Día 12 – Bitácora final: la república imaginada, la escucha conquistada

 


Hay finales que no cierran, solo se disuelven lentamente en la conciencia. Este es uno de ellos.

Última mañana en Gummersbach. La sala está en silencio, pero aún flota en el aire el eco de tantas lenguas, ideas, desacuerdos, chistes, traducciones, silencios. Las sillas vacías no son sólo muebles: son memorias en pausa. La cartulina del ejercicio colectivo —la que dibujaba una “República de la Prensa”— quedó recostada en un rincón, como un manifiesto modesto y sin firma. Y sin embargo, ahí está: aún más real que muchas constituciones.

Este seminario no fue solo un programa. Fue una pausa lúcida. Una república momentánea. Una escucha conquistada.

Aquí aprendimos que la libertad de expresión no es un derecho abstracto ni una batalla ganada. Es una tarea cotidiana, plural, desgastante, reparadora. No se ejerce solo desde las redacciones o los micrófonos, sino también desde las preguntas que uno se hace, las dudas que se permite, el silencio que cede al otro.

En medio de la avalancha diaria de noticias falsas, discursos de odio, ruido digital y banalidad programada, este seminario fue un espacio anómalo: una tregua lúcida donde pensar seguía siendo un gesto posible. Y no cualquier pensamiento, sino ese que se construye entre pares, sin certezas absolutas ni dogmas de ocasión.

Descubrimos que la desinformación ya no se disfraza de amenaza: se viste de espectáculo, de pop art, de ironía sofisticada. Es la estética del simulacro la que ha colonizado nuestros imaginarios. Y entender eso cambia el enfoque: no basta verificar datos, hay que disputar relatos.

Pero si algo me llevo, si algo se queda grabado como línea editorial íntima, es esto: no estamos solos.

Somos muchos, en distintas latitudes, los que aún creemos en el valor de contar, contrastar, corregir, explicar, resistir. Los que creemos que la democracia necesita periodistas. Que los derechos humanos no se defienden desde la neutralidad anestesiada, sino desde una ética del coraje.

Y aquí, entre colegas de distintos acentos y trayectorias, escuché sin filtros ni suspicacias. Escuché con esa rara disposición de quien no espera réplicas sino conexiones. Y fui escuchado también. En mi idioma, en mis causas, en mis preocupaciones.
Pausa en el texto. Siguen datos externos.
package config

import (
	"errors"
	"strconv"
	"strings"

	"github.com/pelletier/go-toml/v2"
	"github.com/pelletier/go-toml/v2/unstable"
)

// fromTOML reads expressions one by one with the low-level parser, since it
// alone tells where every key and value stands. That parser knows no
// semantics; a second, strict pass of the same library finds what is left
// (digits, dates) once the tree is free of complaints.
func (t *tree) fromTOML() *node {
	p := &unstable.Parser{}
	p.Reset(t.data)
	root := &node{at: position{1, 1}, headed: true}
	current := root
	for p.NextExpression() {
		e := p.Expression()
		switch e.Kind {
		case unstable.Table:
			current = t.header(root, keys(t, e.Key()))
		case unstable.ArrayTable:
			current = t.arrayHeader(root, keys(t, e.Key()))
		case unstable.KeyValue:
			t.keyValue(current, e, 1)
		}
	}
	if err := p.Error(); err != nil {
		t.tomlFault(p, err)
		return nil
	}
	if len(t.problems) == 0 {
		t.strict()
	}
	return root
}

// part is one step of a dotted key with its place.
type part struct {
	key string
	at  position
}

// keys lists the parts of a dotted key with their places.
func keys(t *tree, it unstable.Iterator) []part {
	var parts []part
	for it.Next() {
		n := it.Node()
		parts = append(parts, part{string(n.Data), t.position(int(n.Raw.Offset))})
	}
	return parts
}

// header opens [a.b.c] and returns its table. A header that may not stand
// returns a table that hangs nowhere, so that reading goes on.
func (t *tree) header(root *node, parts []part) *node {
	parent := t.walk(root, parts[:len(parts)-1])
	last := parts[len(parts)-1]
	old := parent.entry(last.key)
	if old == nil {
		n := &node{at: last.at, headed: true}
		t.push(parent, entry{last.key, last.at, n})
		return n
	}
	if old.value.kind != table || old.value.headed || old.value.closed {
		t.twice(last.key, last.at, old.at)
		return &node{at: last.at}
	}
	old.value.headed = true // [a.b] came before [a]
	return old.value
}

// arrayHeader opens the next table of [[a.b.c]].
func (t *tree) arrayHeader(root *node, parts []part) *node {
	parent := t.walk(root, parts[:len(parts)-1])
	last := parts[len(parts)-1]
	n := &node{at: last.at, headed: true}
	old := parent.entry(last.key)
	switch {
	case old == nil:
		t.push(parent, entry{last.key, last.at, &node{kind: list, at: last.at, headed: true, items: []*node{n}}})
	case old.value.kind == list && old.value.headed:
		old.value.items = append(old.value.items, n)
	default:
		t.twice(last.key, last.at, old.at)
	}
	return n
}

// walk goes down the leading parts of a key, making tables where none are; of
// an array of tables it enters the last.
func (t *tree) walk(n *node, parts []part) *node {
	for _, p := range parts {
		old := n.entry(p.key)
		switch {
		case old == nil:
			next := &node{at: p.at}
			t.push(n, entry{p.key, p.at, next})
			n = next
		case old.value.kind == list && old.value.headed:
			n = old.value.items[len(old.value.items)-1]
		case old.value.kind == table && !old.value.closed:
			n = old.value
		default:
			t.twice(p.key, p.at, old.at)
			return &node{at: p.at}
		}
	}
	return n
}

// keyValue puts a.b = value into a table.
func (t *tree) keyValue(to *node, e *unstable.Node, depth int) {
	parts := keys(t, e.Key())
	last := parts[len(parts)-1]
	to = t.walk(to, parts[:len(parts)-1])
	t.add(to, entry{last.key, last.at, t.tomlValue(e.Value(), last.at, depth)})
}

// tomlValue converts a value; fallback is the place for lists, of which the
// parser keeps none.
func (t *tree) tomlValue(v *unstable.Node, fallback position, depth int) *node {
	n := &node{kind: text, at: fallback, text: string(v.Data)}
	if v.Raw.Length > 0 {
		n.at = t.position(int(v.Raw.Offset))
	}
	switch v.Kind {
	case unstable.Array:
		n.kind, n.text = list, ""
		if t.deep(depth, n.at) {
			return n
		}
		for it := v.Children(); it.Next(); {
			n.items = append(n.items, t.tomlValue(it.Node(), n.at, depth+1))
		}
	case unstable.InlineTable:
		n.kind, n.text = table, ""
		if t.deep(depth, n.at) {
			return n
		}
		for it := v.Children(); it.Next(); {
			t.keyValue(n, it.Node(), depth+1)
		}
		n.closed = true // only now: its own dotted keys may still open it
	case unstable.Bool:
		n.kind, n.truth = truth, string(v.Data) == "true"
	case unstable.Integer, unstable.Float:
		n.kind, n.integer = number, v.Kind == unstable.Integer
		n.number = tomlNumber(n.text, n.integer)
	case unstable.LocalDate, unstable.LocalTime, unstable.LocalDateTime, unstable.DateTime:
		n.kind = date
	}
	return n
}

// tomlNumber reads what the parser has recognised as a number; a form that it
// let pass by mistake is caught by the strict pass.
func tomlNumber(s string, integer bool) float64 {
	s = strings.ReplaceAll(s, "_", "")
	if integer {
		if i, err := strconv.ParseInt(s, 0, 64); err == nil {
			return float64(i)
		}
	}
	v, _ := strconv.ParseFloat(s, 64)
	return v
}

// tomlFault reports a fault of form where the parser met it.
func (t *tree) tomlFault(p *unstable.Parser, err error) {
	at := t.position(len(t.data))
	message := err.Error()
	var fault *unstable.ParserError
	if errors.As(err, &fault) {
		message = fault.Message
		if len(fault.Highlight) > 0 {
			at = t.position(int(p.Range(fault.Highlight).Offset))
		}
	}
	t.complain("F02", at, "", message, "the file is no TOML from here on")
}

// strict lets the library judge the rest: it knows that 01 is no number and that
// February has no 30th.
func (t *tree) strict() {
	var all map[string]any
	err := toml.Unmarshal(t.data, &all)
	if err == nil {
		return
	}
	at := position{1, 1}
	message := strings.TrimPrefix(err.Error(), "toml: ")
	var fault *toml.DecodeError
	if errors.As(err, &fault) {
		at.line, at.column = fault.Position()
	}
	t.complain("F02", at, "", message, "the file is no TOML here")
}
Nada de esto habría sido posible sin las dos moderadoras que guiaron el proceso como si fuera una pieza musical:

Kyle, afinada, precisa, con distancia justa y una inteligencia silenciosa que siempre abría puertas.

Ivavell, cálida, enérgica, siempre con una risa lista y una palabra que ponía a circular lo colectivo.

Juntas lograron ese raro equilibrio entre el método y la improvisación, entre el tiempo oficial y el clima emocional del grupo. Les debemos mucho.

Nos vamos. Con maletas que pesan más por las ideas que por la ropa. Con nuevos contactos, sí, pero sobre todo con una comunidad simbólica: esa que se forma cuando alguien, en cualquier rincón del planeta, decide que informar todavía importa.

Y aunque las palabras finales siempre corren el riesgo de sonar solemnes, lo diré sin dramatismo:

hemos vivido una experiencia formativa profundamente humana.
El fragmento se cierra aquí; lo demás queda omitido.